O intérprete diz que tem cobrado autoridades sobre a importância de se realizar uma análise prévia do caso e identificar a etnia da pessoa indígena antes de se efetuar a sua prisão, justamente para garantir o tratamento adequado durante o andamento da investigação e do processo.
Rede de comunicação
Para que a Central de Liberdades chegue até os(as) indígenas presos(as), a equipe da DPE-PR mantém contato com lideranças das aldeias e autoridades que formam uma rede de comunicação específica. A maioria dos casos, explica a assessora jurídica do NUPEP Isabela Tonon Furtado, chega por meio da comunicação direta entre a coordenação do Núcleo e as lideranças. “Mas isso também ocorre por meio da comunicação de juízes, pelassedes da Defensoria e mesmo quando as próprias pessoas indígenas enviam os casos para a Central", explica. Mesmo quando não é possível realizar o pedido de semiliberdade, a equipe faz o acompanhamento do caso para que o(a) usuário(a) não fique desassistido(a), conforme a assessora jurídica.

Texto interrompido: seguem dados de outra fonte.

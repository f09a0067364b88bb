/**
 * Small dense linear algebra for symmetric positive-definite (SPD) matrices of order p
 * (p ≤ ~20: the number of regression coefficients).
 *
 * Matrices are p × p, row-major, in a `Float64Array` of length ≥ p·p. Nothing here allocates:
 * every function writes into buffers the caller owns, so these can sit inside per-draw and
 * per-grid-point loops. Output buffers may alias inputs where a function says so.
 *
 * The algorithms are the textbook ones (Golub & Van Loan, *Matrix Computations*, 4th ed. 2013,
 * §4.2 Cholesky, §3.1 triangular systems; recalled): A = L Lᵀ with L lower triangular,
 * log|A| = 2 Σ log L_jj, A⁻¹ = L⁻ᵀ L⁻¹.
 */

/**
 * Cholesky factorisation A = L Lᵀ (Golub & Van Loan 2013, Alg. 4.2.1, recalled).
 *
 * Reads only the lower triangle of `a`. Writes L into the lower triangle of `l` and zeros the
 * strict upper triangle, so `l` is a plain lower-triangular matrix afterwards. `l` may be `a`
 * (in place).
 *
 * @returns `false` if A is not numerically positive definite (a pivot ≤ 0 or not finite);
 *   `l` then holds garbage.
 */
export function cholesky(a: Float64Array, p: number, l: Float64Array): boolean {
  for (let j = 0; j < p; j++) {
    const rowJ = j * p;
    let d = a[rowJ + j];
    for (let k = 0; k < j; k++) d -= l[rowJ + k] * l[rowJ + k];
    if (!(d > 0) || !Number.isFinite(d)) return false;
    const ljj = Math.sqrt(d);
    l[rowJ + j] = ljj;
    for (let i = j + 1; i < p; i++) {
      const rowI = i * p;
      let s = a[rowI + j];
      for (let k = 0; k < j; k++) s -= l[rowI + k] * l[rowJ + k];
      l[rowI + j] = s / ljj;
    }
    for (let k = j + 1; k < p; k++) l[rowJ + k] = 0;
  }
  return true;
}

/**
 * Solves L z = b by forward substitution (L lower triangular, e.g. from {@link cholesky}).
 * `z` may be `b`.
 */
export function forwardSolve(l: Float64Array, p: number, b: ArrayLike<number>, z: Float64Array): void {
  for (let i = 0; i < p; i++) {
    const row = i * p;
    let s = b[i];
    for (let k = 0; k < i; k++) s -= l[row + k] * z[k];
    z[i] = s / l[row + i];
  }
}

/** Solves Lᵀ x = z by back substitution (L lower triangular). `x` may be `z`. */
export function backSolve(l: Float64Array, p: number, z: ArrayLike<number>, x: Float64Array): void {
  for (let i = p - 1; i >= 0; i--) {
    let s = z[i];
    for (let k = i + 1; k < p; k++) s -= l[k * p + i] * x[k];
    x[i] = s / l[i * p + i];
  }
}

/** Solves (L Lᵀ) x = b given the Cholesky factor L. `x` may be `b`. */
export function choleskySolve(l: Float64Array, p: number, b: ArrayLike<number>, x: Float64Array): void {
  forwardSolve(l, p, b, x);
  backSolve(l, p, x, x);
}

/** log |A| = 2 Σ_j log L_jj for A = L Lᵀ. */
export function choleskyLogDet(l: Float64Array, p: number): number {
  let s = 0;
  for (let j = 0; j < p; j++) s += Math.log(l[j * p + j]);
  return 2 * s;
}

/**
 * xᵀ A⁻¹ x = ‖L⁻¹ x‖² for A = L Lᵀ. `work` (length ≥ p) receives L⁻¹x.
 */
export function inverseQuadraticForm(
  l: Float64Array,
  p: number,
  x: ArrayLike<number>,
  work: Float64Array,
): number {
  forwardSolve(l, p, x, work);
  let s = 0;
  for (let i = 0; i < p; i++) s += work[i] * work[i];
  return s;
}

/**
 * A⁻¹ = L⁻ᵀ L⁻¹ from the Cholesky factor L, written as a full symmetric matrix into `out`.
 * Done in place in `out` (triangular inverse column by column, then the product L⁻ᵀL⁻¹ row by
 * row, each entry read before it is overwritten), so no work buffer is needed. `out` may be `l`.
 */
export function choleskyInverse(l: Float64Array, p: number, out: Float64Array): void {
  lowerTriangularInverse(l, p, out);
  // A⁻¹_ij = Σ_{k ≥ i} M_ki M_kj for j ≤ i; rows ≥ i of M are still intact when row i is formed.
  for (let i = 0; i < p; i++) {
    for (let j = 0; j <= i; j++) {
      let s = 0;
      for (let k = i; k < p; k++) s += out[k * p + i] * out[k * p + j];
      out[i * p + j] = s;
    }
  }
  for (let i = 0; i < p; i++) {
    for (let j = i + 1; j < p; j++) out[i * p + j] = out[j * p + i];
  }
}

/**
 * In-place Cholesky factorisation of the SPD matrix in `a` (lower triangle read; L left in the
 * lower triangle, upper triangle zeroed).
 *
 * @returns log |A| = 2 Σ log L_jj, or NaN if A is not numerically positive definite.
 */
export function choleskyLower(a: Float64Array, p: number): number {
  return cholesky(a, p, a) ? choleskyLogDet(a, p) : Number.NaN;
}

/** Solves L z = b in place (b ← L⁻¹ b), L lower triangular. */
export function solveLowerInPlace(l: Float64Array, p: number, b: Float64Array): void {
  forwardSolve(l, p, b, b);
}

/** Solves Lᵀ x = z in place (z ← L⁻ᵀ z), L lower triangular. */
export function solveUpperTransposedInPlace(l: Float64Array, p: number, z: Float64Array): void {
  backSolve(l, p, z, z);
}

/**
 * Inverse of a lower-triangular matrix, M = L⁻¹ (lower triangular), column by column
 * (Golub & Van Loan 2013 §3.1, recalled). Writes the lower triangle of `out` and zeros the
 * strict upper triangle. `out` may be `l`.
 */
export function lowerTriangularInverse(l: Float64Array, p: number, out: Float64Array): void {
  if (out !== l) out.set(l.subarray(0, p * p));
  for (let j = 0; j < p; j++) {
    const mjj = 1 / out[j * p + j];
    out[j * p + j] = mjj;
    for (let i = j + 1; i < p; i++) {
      let s = out[i * p + j] * mjj;
      for (let k = j + 1; k < i; k++) s += out[i * p + k] * out[k * p + j];
      out[i * p + j] = -s / out[i * p + i];
    }
  }
  for (let i = 0; i < p; i++) for (let j = i + 1; j < p; j++) out[i * p + j] = 0;
}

Os casos de semiliberdade atendidos pelo projeto ocorreram nas comarcas de Guarapuava, Foz do Iguaçu, Curitiba, Laranjeiras do Sul e Manoel Ribas. A rede que liga as comunidades originárias ao trabalho da Defensoria permite uma atuação mais ativa de indígenas na defesa de outros(as) indígenas - fator relevante para a efetivação da justiça, segundo o intérprete Kaingang.
"Nós conhecemos muito mais a nossa própria cultura. A nossa participação nos processos permite ouvir mais e entender melhor a situação da pessoa indígena acusada. Quando ela chega ao cárcere, há toda uma vida anterior, que não pode ser ignorada. Essa é uma luta dos povos indígenas, que visa a uma melhor defesa de todos", conta Fernandes.
Atendimento da Central de Liberdades
Além dos indígenas que possuem direito à semiliberdade, o projeto também atende idosos(as) e pessoas com doenças graves, mulheres gestantes, mães e responsáveis de crianças ou pessoas com deficiências, população carcerária LGBTQIA+, migrantes, pessoas com deficiência ou que cumprem medida cautelar de internação provisória no Complexo Médico Penal e pessoas com sofrimento mental.
Em todo o estado, a Central também fornece apoio às equipes da Execução Penal e Criminal. De agosto de 2019 a fevereiro de 2023, foram realizadas mais de 9 mil análises de casos no total, entre ações penais e processos de execução de pena.